After the death of the political prisoner Hugo Torres in police custody in February of this year, no political prisoner should be forced to expose their health in a hunger strike, to demand the end of the regime of cruelty. However, this Wednesday, September 28, in his speech on the anniversary of the National Police, Ortega tried to justify the system of torture against political prisoners as one of the pillars of his regime. The dictator described terrorists to the prisoners who are in jail for demanding free elections and attacked the Catholic Church, the Pope and the Secretary General of the UN, who demand an end to the repression. But his most virulent attack was against Chilean President Gabriel Boric, one of the leaders of the democratic left in Latin America, who, like Colombian President Gustavo Petro, has demanded the release of Nicaragua’s political prisoners.

In the Orwellian language of Ortega and Rosario Murillo, by invoking human rights as universal values ​​and condemning their regime of cruelty, Boric and Petro act as lapdogs of imperialism. His family dictatorship, increasingly isolated in Nicaragua and in the world, aligned with Russia, Iran, North Korea, China, Cuba and Venezuela, cannot offer a national solution, but only a dynastic succession. Ortega can prolong the agony of his regime for a while, imposing more pain and suffering on the Nicaraguan people, but he cannot excuse the failure of his government, which can only stay in power with political prisoners and a police state.

Nor does it accept a negotiated political solution or a dialogue with the international community.
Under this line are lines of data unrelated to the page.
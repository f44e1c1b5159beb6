import type { LedgerDay, SunLedger } from '../receptors/sun-ledger-schema.ts';
import type { CivilTimeFormat } from './civil-time-format.ts';
import type { FigureFormat } from './figure-format.ts';
import type { SheetPoint, SheetRing } from './frame.ts';
import { hatchLines } from './hatch.ts';
import { palette } from './palette.ts';
import { closedPath, segmentsPath } from './path-data.ts';
import { element, group, svgDocument, type Svg } from './svg.ts';

export interface LedgerOptions {
  /** px on screen, points on paper; the height follows from the number of days. */
  width: number;
  time: CivilTimeFormat;
  figures: FigureFormat;
  /** The judged windows: first and last instant, RFC 3339. */
  judged: readonly { fromAt: string; toAt: string }[];
  /** Hours of sun before, after and lost on the right of each day. */
  hasFigures: boolean;
}

type Sample = LedgerDay['samples'][number];

/** Smaller losses are thinner than a line. */
const leastLostShare = 0.005;

const rowHeight = 34;
const bandHeight = 10;
const headHeight = 20;

/**
 * Draws the sun ledger of one receptor: hours of the clock across, days down, for each day the sun
 * before over the sun after. A band is as high as the sunlit share of the receptor's open area, so
 * that its surface is the mean hours of sun; the lost part is hatched. The judged window is shaded.
 *
 * @returns an SVG document; the same input gives the same text
 */
export function drawLedger(ledger: SunLedger, options: LedgerOptions): string {
  const { time, width } = options;
  const days = ledger.days.filter((day) => day.samples.length > 1);
  const hours = days.flatMap((day) => day.samples.map((sample) => time.clockHours(sample.at)));
  const firstHour = Math.floor(Math.min(...hours, 24));
  const lastHour = Math.ceil(Math.max(...hours, 0));
  const left = 64;
  const right = width - (options.hasFigures ? 216 : 10);
  const toX = (hour: number) =>
    left + ((hour - firstHour) / (lastHour - firstHour)) * (right - left);
  const height = headHeight + ledger.days.length * rowHeight + 4;

  return svgDocument(
    { width, height },
    `Sun ledger of ${ledger.label}: sun before over sun after on each key date, the lost part hatched.`,
    [
      ...(days.length === 0 ? [] : [drawHours(firstHour, lastHour, toX, height, time)]),
      ...(options.hasFigures ? [drawFigureHeads(right)] : []),
      ...ledger.days.map((day, index) =>
        drawDay(day, headHeight + index * rowHeight, toX, right, options),
      ),
    ],
  );
}

function drawHours(
  firstHour: number,
  lastHour: number,
  toX: (hour: number) => number,
  height: number,
  time: CivilTimeFormat,
): Svg {
  const hours = Array.from({ length: lastHour - firstHour + 1 }, (_, index) => firstHour + index);
  const labelled = hours.filter((hour) => hour % 2 === 0);
  return group({ 'data-part': 'hours' }, [
    ...labelled.map((hour) =>
      element('line', {
        x1: toX(hour),
        y1: headHeight - 5,
        x2: toX(hour),
        y2: height,
        stroke: palette.hairline,
        'stroke-width': hour === 12 ? 0.9 : 0.4,
      }),
    ),
    ...labelled.map((hour) => text(time.hour(hour), toX(hour), headHeight - 9, 'middle', 8)),
  ]);
}

const figureColumns = { before: 76, after: 144, lost: 212 };

function drawFigureHeads(right: number): Svg {
  return group({ 'data-part': 'figure-heads' }, [
    text('sun now', right + figureColumns.before, headHeight - 9, 'end', 8),
    text('with proposal', right + figureColumns.after, headHeight - 9, 'end', 8),
    text('lost', right + figureColumns.lost, headHeight - 9, 'end', 8),
  ]);
}

function drawDay(
  day: LedgerDay,
  top: number,
  toX: (hour: number) => number,
  right: number,
  options: LedgerOptions,
): Svg {
  const { time, figures } = options;
  const beforeFoot = top + 3 + bandHeight;
  const afterFoot = beforeFoot + 3 + bandHeight;
  const baseline = afterFoot + 3;
  const places = day.samples.map((sample) => ({ x: toX(time.clockHours(sample.at)), sample }));
  const firstX = places[0]?.x;
  const lastX = places[places.length - 1]?.x;
  const area = (foot: number, share: (sample: Sample) => number): SheetPoint[] => [
    [firstX ?? 0, foot],
    ...places.map(({ x, sample }): SheetPoint => [x, foot - share(sample) * bandHeight]),
    [lastX ?? 0, foot],
  ];
  const before = (sample: Sample) => sample.shareBefore;
  const after = (sample: Sample) => sample.shareAfter;
  const firstSample = day.samples[0];
  const judged = options.judged.filter(({ fromAt }) => time.civilDateOf(fromAt) === day.date);

  return group({ 'data-part': 'day' }, [
    text(time.shortMonthAndDay(day.date), 0, beforeFoot, 'start', 9),
    ...(firstSample === undefined
      ? [text('the sun does not rise', toX(12), beforeFoot, 'middle', 8)]
      : [text(time.zone(firstSample.at), 0, afterFoot, 'start', 7.5, palette.inkLight)]),
    ...judged.map(({ fromAt, toAt }) =>
      element('rect', {
        'data-part': 'window',
        x: toX(time.clockHours(fromAt)),
        y: top,
        width: toX(time.clockHours(toAt)) - toX(time.clockHours(fromAt)),
        height: baseline - top,
        fill: palette.street,
        stroke: palette.hairline,
        'stroke-width': 0.4,
      }),
    ),
    wholeBand(firstX, lastX, beforeFoot),
    wholeBand(firstX, lastX, afterFoot),
    sunBand(area(beforeFoot, before)),
    sunBand(area(afterFoot, after)),
    ...lostBands(places, afterFoot),
    ...(firstX === undefined || lastX === undefined
      ? []
      : [
          element('line', {
            x1: firstX,
            y1: baseline,
            x2: lastX,
            y2: baseline,
            stroke: palette.ink,
            'stroke-width': 0.8,
          }),
        ]),
    ...(options.hasFigures
      ? [
          text(
            figures.duration(day.sunHours.before),
            right + figureColumns.before,
            afterFoot - 4,
            'end',
            9,
          ),
          text(
            figures.duration(day.sunHours.after),
            right + figureColumns.after,
            afterFoot - 4,
            'end',
            9,
          ),
          text(
            day.sunHours.lost < 0
              ? `gains ${figures.duration(-day.sunHours.lost)}`
              : figures.duration(day.sunHours.lost),
            right + figureColumns.lost,
            afterFoot - 4,
            'end',
            9,
            palette.ink,
            day.sunHours.lost > 0 ? 600 : 400,
          ),
        ]
      : []),
  ]);
}

/** How high a band is when the whole open area lies in sun. */
function wholeBand(firstX: number | undefined, lastX: number | undefined, foot: number): Svg {
  return element('rect', {
    x: firstX ?? 0,
    y: foot - bandHeight,
    width: (lastX ?? 0) - (firstX ?? 0),
    height: bandHeight,
    fill: 'none',
    stroke: palette.hairline,
    'stroke-width': 0.3,
  });
}

function sunBand(points: readonly SheetPoint[]): Svg {
  return element('path', {
    'data-part': 'sun',
    d: closedPath([points]),
    fill: palette.sunFill,
    stroke: palette.sunLine,
    'stroke-width': 0.4,
  });
}

/** The stretches in which sun is lost, between the curve after and the curve before. */
function lostBands(places: readonly { x: number; sample: Sample }[], foot: number): Svg[] {
  const isLost = ({ sample }: { sample: Sample }) =>
    sample.shareBefore - sample.shareAfter > leastLostShare;
  const runs: { x: number; sample: Sample }[][] = [];
  places.forEach((place, index) => {
    if (!isLost(place)) return;
    const previous = places[index - 1];
    const next = places[index + 1];
    if (previous === undefined || !isLost(previous)) {
      runs.push(previous === undefined ? [place] : [previous, place]);
    } else {
      runs[runs.length - 1]?.push(place);
    }
    if (next !== undefined && !isLost(next)) runs[runs.length - 1]?.push(next);
  });
  return runs.flatMap((run) => {
    const ring: SheetRing = [
      ...run.map(({ x, sample }): SheetPoint => [
        x,
        foot - Math.max(sample.shareBefore, sample.shareAfter) * bandHeight,
      ]),
      ...run
        .map(({ x, sample }): SheetPoint => [x, foot - sample.shareAfter * bandHeight])
        .reverse(),
    ];
    return [
      element('path', {
        'data-part': 'lost',
        d: closedPath([ring]),
        fill: palette.madder,
        'fill-opacity': 0.1,
        stroke: palette.madder,
        'stroke-width': 0.4,
      }),
      element('path', {
        'data-part': 'lost-hatch',
        d: segmentsPath(hatchLines([ring], 3, 45)),
        fill: 'none',
        stroke: palette.madder,
        'stroke-width': 0.8,
      }),
    ];
  });
}

function text(
  words: string,
  x: number,
  y: number,
  anchor: 'start' | 'middle' | 'end',
  fontSize: number,
  fill: string = palette.ink,
  weight: 400 | 600 = 400,
): Svg {
  return element(
    'text',
    { x, y, 'text-anchor': anchor, 'font-size': fontSize, 'font-weight': weight, fill },
    words,
  );
}
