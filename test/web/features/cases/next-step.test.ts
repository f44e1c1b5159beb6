import { describe, expect, it } from 'vitest';
import type { CaseSummary } from '../../../../shared/contracts/cases.ts';
import { daysSince, nextStepOf } from '../../../../web/features/cases/next-step.ts';

type Study = NonNullable<CaseSummary['latestStudy']>;

const study = (status: Study['status'], revision = 2): Study => ({
  id: '00000000-0000-4000-8000-000000000000',
  revision,
  status,
  met: null,
  receptorsNotMet: null,
  lossIndex: null,
});
const underReview = (latestStudy: Study | null) =>
  nextStepOf({ state: 'under-review', latestRevision: 2, latestStudy });

describe('what comes next for a case', () => {
  it('is the study where none has judged the current massing', () => {
    expect(underReview(null).words).toBe('Run the study');
    expect(underReview(study('finished', 1)).words).toBe('Run the study');
  });

  it('is reading it once it has finished, and running it again once it has failed', () => {
    expect(underReview(study('finished')).words).toBe('Read the study, then publish');
    expect(underReview(study('failed')).words).toBe('Run the study again');
    expect(underReview(study('running')).words).toBe('The study is running');
  });

  it('is nothing for the department while the applicant corrects', () => {
    const step = nextStepOf({ state: 'sent-back', latestRevision: 1, latestStudy: null });
    expect(step.isWaiting).toBe(true);
  });
});

describe('daysSince', () => {
  it('counts whole days and none on the first', () => {
    const nowMs = Date.parse('2026-12-03T12:00:00Z');
    expect(daysSince('2026-12-03T09:00:00Z', nowMs)).toBe(0);
    expect(daysSince('2026-12-01T12:00:00Z', nowMs)).toBe(2);
    expect(daysSince('2026-12-04T00:00:00Z', nowMs)).toBe(0);
  });
});
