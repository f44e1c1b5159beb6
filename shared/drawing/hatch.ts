import type { SheetPoint, SheetRing } from './frame.ts';

/**
 * The lines of a hatch, cut to the inside of rings (even-odd rule), so that a drawing needs neither
 * patterns nor clip paths: it looks the same on screen, in print and in a PDF, and needs no ids.
 * The lines lie on one grid through the sheet's origin: neighbouring areas are hatched alike.
 *
 * @param spacing distance between lines
 * @param angleDeg direction of the lines, counter-clockwise from the right: 45 rises to the right
 */
export function hatchLines(
  rings: readonly SheetRing[],
  spacing: number,
  angleDeg: number,
): [SheetPoint, SheetPoint][] {
  const angle = (angleDeg * Math.PI) / 180;
  const along: SheetPoint = [Math.cos(angle), -Math.sin(angle)];
  const across: SheetPoint = [Math.sin(angle), Math.cos(angle)];
  /** By the line's number on the grid: where along it the rings are crossed. */
  const crossings = new Map<number, number[]>();
  for (const ring of rings) {
    let from = ring[ring.length - 1];
    for (const to of ring) {
      if (from !== undefined) addCrossings(crossings, turn(from), turn(to), spacing);
      from = to;
    }
  }
  return [...crossings.entries()]
    .sort(([a], [b]) => a - b)
    .flatMap(([number, places]) => {
      places.sort((a, b) => a - b);
      const lines: [SheetPoint, SheetPoint][] = [];
      for (let index = 0; index + 1 < places.length; index += 2) {
        const start = places[index];
        const end = places[index + 1];
        if (start === undefined || end === undefined || end - start < 0.05) continue;
        lines.push([turnBack(start, number * spacing), turnBack(end, number * spacing)]);
      }
      return lines;
    });

  function turn([x, y]: SheetPoint): SheetPoint {
    return [x * along[0] + y * along[1], x * across[0] + y * across[1]];
  }
  function turnBack(u: number, v: number): SheetPoint {
    return [u * along[0] + v * across[0], u * along[1] + v * across[1]];
  }
}

/** Where the edge from a to b crosses the grid's lines v = number · spacing; its lower end counts, its upper doesn't. */
function addCrossings(
  crossings: Map<number, number[]>,
  a: SheetPoint,
  b: SheetPoint,
  spacing: number,
): void {
  const [low, high] = a[1] < b[1] ? [a, b] : [b, a];
  for (let number = Math.ceil(low[1] / spacing); number * spacing < high[1]; number += 1) {
    const share = (number * spacing - low[1]) / (high[1] - low[1]);
    const places = crossings.get(number) ?? [];
    places.push(low[0] + share * (high[0] - low[0]));
    crossings.set(number, places);
  }
}
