/** A piece of finished SVG: made by the functions of this file alone, so that no raw text slips in. */
export interface Svg {
  readonly markup: string;
}

type AttributeValue = string | number | undefined;

/**
 * One SVG element.
 *
 * @param attributes values are escaped; numbers are rounded to hundredths; `undefined` leaves the attribute out
 * @param children other elements, or text, which is escaped
 */
export function element(
  name: string,
  attributes: Record<string, AttributeValue>,
  ...children: (Svg | string)[]
): Svg {
  const written = Object.entries(attributes)
    .flatMap(([key, value]) =>
      value === undefined
        ? []
        : [` ${key}="${typeof value === 'number' ? writeNumber(value) : escapeText(value)}"`],
    )
    .join('');
  const inside = children
    .map((child) => (typeof child === 'string' ? escapeText(child) : child.markup))
    .join('');
  return {
    markup: inside === '' ? `<${name}${written}/>` : `<${name}${written}>${inside}</${name}>`,
  };
}

/** Elements under one another, with shared attributes. */
export function group(attributes: Record<string, AttributeValue>, children: readonly Svg[]): Svg {
  return element('g', attributes, ...children);
}

/**
 * A whole drawing as an SVG document.
 *
 * @param size in px on screen, in points on paper
 * @param label what the drawing shows, for people who cannot see it
 */
export function svgDocument(
  size: { width: number; height: number },
  label: string,
  children: readonly Svg[],
): string {
  return element(
    'svg',
    {
      xmlns: 'http://www.w3.org/2000/svg',
      width: size.width,
      height: size.height,
      viewBox: `0 0 ${writeNumber(size.width)} ${writeNumber(size.height)}`,
      role: 'img',
      'aria-label': label,
      'font-family': 'Public Sans',
    },
    ...children,
  ).markup;
}

/** A number as short as hundredths allow: `12`, `0.5`, `-3.25`. */
export function writeNumber(value: number): string {
  const rounded = Math.round(value * 100) / 100;
  return String(rounded);
}

/** Text as it may stand in SVG; characters that XML forbids become U+FFFD. */
export function escapeText(text: string): string {
  return plainText.test(text) ? text : Array.from(text, escapeCharacter).join('');
}

/** Most attributes are numbers and path data: nothing to escape. */
const plainText = /^[\w .,:%#()-]*$/;

const entities: Partial<Record<string, string>> = {
  '&': '&amp;',
  '<': '&lt;',
  '>': '&gt;',
  '"': '&quot;',
  "'": '&#39;',
};

function escapeCharacter(character: string): string {
  const code = character.codePointAt(0) ?? 0;
  const isControl = code < 0x20 && character !== '\t' && character !== '\n' && character !== '\r';
  const isLoneSurrogate = code >= 0xd800 && code <= 0xdfff;
  // XML 1.0, section 2.2, production 2
  if (isControl || isLoneSurrogate || code === 0xfffe || code === 0xffff) return '\uFFFD';
  return entities[character] ?? character;
}
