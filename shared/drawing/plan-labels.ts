import type { Polygonal } from '../geometry/geojson-schema.ts';
import type { FigureFormat } from './figure-format.ts';
import type { Frame, SheetRing } from './frame.ts';
import {
  boxAround,
  boxesMeet,
  isInside,
  placeBeside,
  placeInside,
  type LabelBox,
} from './label-placement.ts';
import { palette } from './palette.ts';
import { element, type Svg } from './svg.ts';
import { estimateTextWidth } from './text-width.ts';

/** A street, a water or an open space. */
export interface NamedArea {
  name: string;
  geometry: Polygonal;
}

/** Labels that found a place, and the boxes that they take. */
interface PlacedLabels {
  drawn: Svg[];
  boxes: LabelBox[];
}

/** The top heights of the proposal's blocks, `+44.0 m`, inside each block where it has room. */
export function drawBlockHeights(
  blocks: readonly { rings: SheetRing[]; topM: number }[],
  frame: Frame,
  figures: FigureFormat,
  taken: readonly LabelBox[],
): PlacedLabels {
  const fontSize = 8.5;
  const visible = blocks.filter(({ rings }) => rings.length > 0);
  const boxes: LabelBox[] = [];
  const drawn = visible.map(({ rings, topM }) => {
    const text = figures.height(topM);
    const size = { width: estimateTextWidth(text, fontSize) + 6, height: fontSize * 1.5 };
    const higher = visible
      .filter((other) => other.topM > topM)
      .map((other) => boxAround(other.rings));
    const busy = [...taken, ...boxes];
    const box =
      placeInside(rings, size, [...busy, ...higher]) ?? placeBeside(rings, size, busy, frame);
    boxes.push(box);
    return boxedText(box, text, fontSize, 400, palette.ink);
  });
  return { drawn, boxes };
}

/** The marks of receptors that don't meet a clause: a number in each, as in the list beside. */
export function drawKeys(
  keys: readonly { rings: SheetRing[]; mark: string }[],
  frame: Frame,
  taken: readonly LabelBox[],
): PlacedLabels {
  const fontSize = 7.5;
  const boxes: LabelBox[] = [];
  const marked = new Set<string>();
  const drawn = keys.flatMap(({ rings, mark }) => {
    if (rings.length === 0 || marked.has(mark)) return [];
    marked.add(mark);
    const size = { width: estimateTextWidth(mark, fontSize, 600) + 4, height: fontSize * 1.35 };
    const busy = [...taken, ...boxes];
    const box = placeInside(rings, size, busy) ?? placeBeside(rings, size, busy, frame);
    boxes.push(box);
    return [boxedText(box, mark, fontSize, 600, palette.madder)];
  });
  return { drawn, boxes };
}

/** Names of streets along them, and of water and open space inside them, where there is room. */
export function drawNames(
  content: {
    streets: readonly NamedArea[];
    water: readonly NamedArea[];
    openSpace: readonly NamedArea[];
  },
  frame: Frame,
  taken: readonly LabelBox[],
): PlacedLabels {
  const drawn: Svg[] = [];
  const boxes: LabelBox[] = [];
  for (const { name, geometry } of content.streets) {
    const placed = placeAlong(frame.cutRings(geometry), name, [...taken, ...boxes]);
    if (placed === null) continue;
    boxes.push(placed.box);
    drawn.push(placed.label);
  }
  for (const { name, geometry } of [...content.water, ...content.openSpace]) {
    const rings = frame.cutRings(geometry);
    if (rings.length === 0) continue;
    const size = { width: estimateTextWidth(name, nameSize) + 6, height: nameSize * 1.5 };
    const box = placeInside(rings, size, [...taken, ...boxes]);
    if (box === null) continue;
    boxes.push(box);
    drawn.push(boxedText(box, name, nameSize, 400, palette.inkLight));
  }
  return { drawn, boxes };
}

const nameSize = 7;

/** A street's name on its middle line, turned to its direction, never upside down. */
function placeAlong(
  rings: readonly SheetRing[],
  name: string,
  taken: readonly LabelBox[],
): { label: Svg; box: LabelBox } | null {
  const longest = longestEdge(rings);
  if (longest === null) return null;
  const { angleRad, length } = longest;
  const width = estimateTextWidth(name, nameSize);
  if (length < width * 1.3) return null;
  const along: [number, number] = [Math.cos(angleRad), Math.sin(angleRad)];
  const across: [number, number] = [-along[1], along[0]];
  // From the edge inward by half the street's width, found by probing both sides.
  for (const share of [0.5, 0.3, 0.7, 0.15, 0.85]) {
    const onEdge: [number, number] = [
      longest.from[0] + along[0] * length * share,
      longest.from[1] + along[1] * length * share,
    ];
    const middle = middleOfStreet(onEdge, across, rings);
    if (middle === null) continue;
    const halfX = (Math.abs(along[0]) * width + nameSize * 1.2) / 2;
    const halfY = (Math.abs(along[1]) * width + nameSize * 1.2) / 2;
    const box = { x: middle[0] - halfX, y: middle[1] - halfY, width: halfX * 2, height: halfY * 2 };
    if (taken.some((other) => boxesMeet(box, other))) continue;
    const ends = [-0.5, 0.5].map(
      (end) => [middle[0] + along[0] * width * end, middle[1] + along[1] * width * end] as const,
    );
    if (!ends.every((end) => isInside(end, rings))) continue;
    const label = element(
      'text',
      {
        transform: `translate(${middle[0].toFixed(1)} ${middle[1].toFixed(1)}) rotate(${((angleRad * 180) / Math.PI).toFixed(1)})`,
        y: nameSize * 0.35,
        'text-anchor': 'middle',
        'font-size': nameSize,
        fill: palette.inkLight,
      },
      name,
    );
    return { label, box };
  }
  return null;
}

function longestEdge(
  rings: readonly SheetRing[],
): { from: readonly [number, number]; length: number; angleRad: number } | null {
  let longest: { from: readonly [number, number]; length: number; angleRad: number } | null = null;
  for (const ring of rings) {
    ring.forEach((a, index) => {
      const b = ring[(index + 1) % ring.length] ?? a;
      // Left to right, so that the name reads the right way up; upright ones read upward.
      const isForward = b[0] > a[0] + 0.01 || (Math.abs(b[0] - a[0]) <= 0.01 && b[1] < a[1]);
      const [from, to] = isForward ? [a, b] : [b, a];
      const length = Math.hypot(to[0] - from[0], to[1] - from[1]);
      if (longest === null || length > longest.length) {
        longest = { from, length, angleRad: Math.atan2(to[1] - from[1], to[0] - from[0]) };
      }
    });
  }
  return longest;
}

function middleOfStreet(
  onEdge: readonly [number, number],
  across: readonly [number, number],
  rings: readonly SheetRing[],
): [number, number] | null {
  for (const side of [1, -1]) {
    let depth = 0;
    const at = (distance: number): [number, number] => [
      onEdge[0] + across[0] * side * distance,
      onEdge[1] + across[1] * side * distance,
    ];
    while (depth < 60 && isInside(at(depth + 0.5), rings)) depth += 0.5;
    if (depth >= nameSize * 0.9 && depth < 60) return at(depth / 2);
  }
  return null;
}

function boxedText(
  box: LabelBox,
  text: string,
  fontSize: number,
  weight: 400 | 600,
  color: string,
): Svg {
  return element(
    'g',
    {},
    element('rect', {
      x: box.x,
      y: box.y,
      width: box.width,
      height: box.height,
      fill: palette.paper,
      'fill-opacity': 0.85,
    }),
    element(
      'text',
      {
        x: box.x + box.width / 2,
        y: box.y + box.height / 2 + fontSize * 0.36,
        'text-anchor': 'middle',
        'font-size': fontSize,
        'font-weight': weight,
        fill: color,
      },
      text,
    ),
  );
}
By rejecting Gustavo Petro’s humanitarian effort to free political prisoners and by expelling the ambassador of the European Union, Bettina Muschdeit, Ortega continues to blow up bridges, because he knows that no one can offer him impunity for crimes against humanity that are imprescriptible. . Like the tyrants on the brink of the abyss, he is determined to radicalize repression and close all political space. His objective is to unite his fans with his hard political core, but in this leap forward he is also alienating the support of the Sandinistas themselves and of the civil and military public servants who are not committed to the massacres and the corruption.

Faced with this impasse, the hunger strike of the political prisoners represents a living flame of national resistance. A dramatic call to break the silence, which demands extraordinary international pressure, not to try to appease the tyrant, but to suspend the solitary confinement and torture in prison. It is the first step to achieve the release of prisoners of conscience, who embody the hope of democratic change in Nicaragua.